EXERCISE MATERIAL >>
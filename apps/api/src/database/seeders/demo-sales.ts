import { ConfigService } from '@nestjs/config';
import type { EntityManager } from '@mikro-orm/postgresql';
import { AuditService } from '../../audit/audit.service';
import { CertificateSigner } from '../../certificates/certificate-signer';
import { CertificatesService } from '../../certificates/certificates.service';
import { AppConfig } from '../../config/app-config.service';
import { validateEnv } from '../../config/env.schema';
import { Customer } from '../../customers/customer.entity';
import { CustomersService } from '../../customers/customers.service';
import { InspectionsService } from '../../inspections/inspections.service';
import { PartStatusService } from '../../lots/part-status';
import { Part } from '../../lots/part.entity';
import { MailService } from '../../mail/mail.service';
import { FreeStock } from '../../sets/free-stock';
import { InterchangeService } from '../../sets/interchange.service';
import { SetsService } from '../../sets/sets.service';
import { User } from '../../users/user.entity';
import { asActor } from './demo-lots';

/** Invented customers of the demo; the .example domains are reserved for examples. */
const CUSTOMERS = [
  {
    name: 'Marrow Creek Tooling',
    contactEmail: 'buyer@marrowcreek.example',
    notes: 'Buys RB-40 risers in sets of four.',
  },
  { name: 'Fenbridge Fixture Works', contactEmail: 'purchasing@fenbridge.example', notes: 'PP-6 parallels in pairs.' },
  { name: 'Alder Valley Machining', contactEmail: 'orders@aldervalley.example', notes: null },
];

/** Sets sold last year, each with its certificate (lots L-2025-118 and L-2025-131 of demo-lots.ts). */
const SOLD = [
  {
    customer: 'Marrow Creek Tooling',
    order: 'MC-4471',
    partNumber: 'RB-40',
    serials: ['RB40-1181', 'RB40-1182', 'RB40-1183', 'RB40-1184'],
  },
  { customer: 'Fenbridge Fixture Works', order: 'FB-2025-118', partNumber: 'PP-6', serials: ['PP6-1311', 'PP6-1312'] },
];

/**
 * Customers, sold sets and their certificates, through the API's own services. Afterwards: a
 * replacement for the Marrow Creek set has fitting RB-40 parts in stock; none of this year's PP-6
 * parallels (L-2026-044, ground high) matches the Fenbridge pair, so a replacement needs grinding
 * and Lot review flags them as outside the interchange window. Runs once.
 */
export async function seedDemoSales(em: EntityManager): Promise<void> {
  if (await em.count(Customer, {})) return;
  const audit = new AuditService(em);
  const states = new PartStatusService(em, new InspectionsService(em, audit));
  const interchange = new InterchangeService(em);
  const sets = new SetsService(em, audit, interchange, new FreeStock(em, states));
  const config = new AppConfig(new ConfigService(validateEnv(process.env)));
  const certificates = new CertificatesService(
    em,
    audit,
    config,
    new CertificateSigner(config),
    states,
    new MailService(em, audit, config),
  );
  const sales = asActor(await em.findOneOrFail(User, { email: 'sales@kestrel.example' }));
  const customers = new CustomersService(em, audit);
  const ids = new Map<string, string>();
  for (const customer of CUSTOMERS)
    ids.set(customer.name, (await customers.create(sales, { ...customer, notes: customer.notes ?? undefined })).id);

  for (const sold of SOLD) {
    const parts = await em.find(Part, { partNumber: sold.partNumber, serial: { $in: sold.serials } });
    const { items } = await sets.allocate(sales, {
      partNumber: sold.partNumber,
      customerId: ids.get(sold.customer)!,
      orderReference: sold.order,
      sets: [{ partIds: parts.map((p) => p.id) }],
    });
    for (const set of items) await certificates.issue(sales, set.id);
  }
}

--

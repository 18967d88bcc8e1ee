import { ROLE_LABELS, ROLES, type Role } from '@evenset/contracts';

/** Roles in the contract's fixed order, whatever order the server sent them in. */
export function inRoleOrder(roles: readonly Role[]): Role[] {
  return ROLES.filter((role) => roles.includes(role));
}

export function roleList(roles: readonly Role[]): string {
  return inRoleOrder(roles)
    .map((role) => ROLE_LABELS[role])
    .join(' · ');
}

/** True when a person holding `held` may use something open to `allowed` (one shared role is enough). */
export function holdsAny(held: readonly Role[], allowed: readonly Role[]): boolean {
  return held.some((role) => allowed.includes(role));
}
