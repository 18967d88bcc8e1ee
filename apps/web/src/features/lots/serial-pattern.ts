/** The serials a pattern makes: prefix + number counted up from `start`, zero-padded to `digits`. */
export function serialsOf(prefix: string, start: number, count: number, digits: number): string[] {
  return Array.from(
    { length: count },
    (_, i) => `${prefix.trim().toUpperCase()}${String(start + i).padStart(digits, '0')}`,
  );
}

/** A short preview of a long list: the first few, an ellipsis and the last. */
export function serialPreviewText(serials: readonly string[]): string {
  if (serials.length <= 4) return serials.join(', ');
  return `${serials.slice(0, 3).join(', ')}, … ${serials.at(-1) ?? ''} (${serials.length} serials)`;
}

AIM OF THE TASK >> Give back precisely the lines above that start at the line containing "for examples. */" and end at the line containing "for (const customer of CUSTOMERS)", inclusive. No other lines belong in the output.

YOUR SOLUTION >>
/** Invented customers of the demo; the .example domains are reserved for examples. */
const CUSTOMERS = [
  {
    name: 'Marrow Creek Tooling',
    contactEmail: 'buyer@marrowcreek.example',
    notes: 'Buys RB-40 risers in sets of four.',
  },
  { name: 'Fenbridge Fixture Works', contactEmail: 'purchasing@fenbridge.example', notes: 'PP-6 parallels in pairs.' },
  { name: 'Alder Valley Machining', contactEmail: 'orders@aldervalley.example', notes: null },
];

/** Sets sold last year, each with its certificate (lots L-2025-118 and L-2025-131 of demo-lots.ts). */
const SOLD = [
  {
    customer: 'Marrow Creek Tooling',
    order: 'MC-4471',
    partNumber: 'RB-40',
    serials: ['RB40-1181', 'RB40-1182', 'RB40-1183', 'RB40-1184'],
  },
  { customer: 'Fenbridge Fixture Works', order: 'FB-2025-118', partNumber: 'PP-6', serials: ['PP6-1311', 'PP6-1312'] },
];

/**
 * Customers, sold sets and their certificates, through the API's own services. Afterwards: a
 * replacement for the Marrow Creek set has fitting RB-40 parts in stock; none of this year's PP-6
 * parallels (L-2026-044, ground high) matches the Fenbridge pair, so a replacement needs grinding
 * and Lot review flags them as outside the interchange window. Runs once.
 */
export async function seedDemoSales(em: EntityManager): Promise<void> {
  if (await em.count(Customer, {})) return;
  const audit = new AuditService(em);
  const states = new PartStatusService(em, new InspectionsService(em, audit));
  const interchange = new InterchangeService(em);
  const sets = new SetsService(em, audit, interchange, new FreeStock(em, states));
  const config = new AppConfig(new ConfigService(validateEnv(process.env)));
  const certificates = new CertificatesService(
    em,
    audit,
    config,
    new CertificateSigner(config),
    states,
    new MailService(em, audit, config),
  );
  const sales = asActor(await em.findOneOrFail(User, { email: 'sales@kestrel.example' }));
  const customers = new CustomersService(em, audit);
  const ids = new Map<string, string>();
  for (const customer of CUSTOMERS)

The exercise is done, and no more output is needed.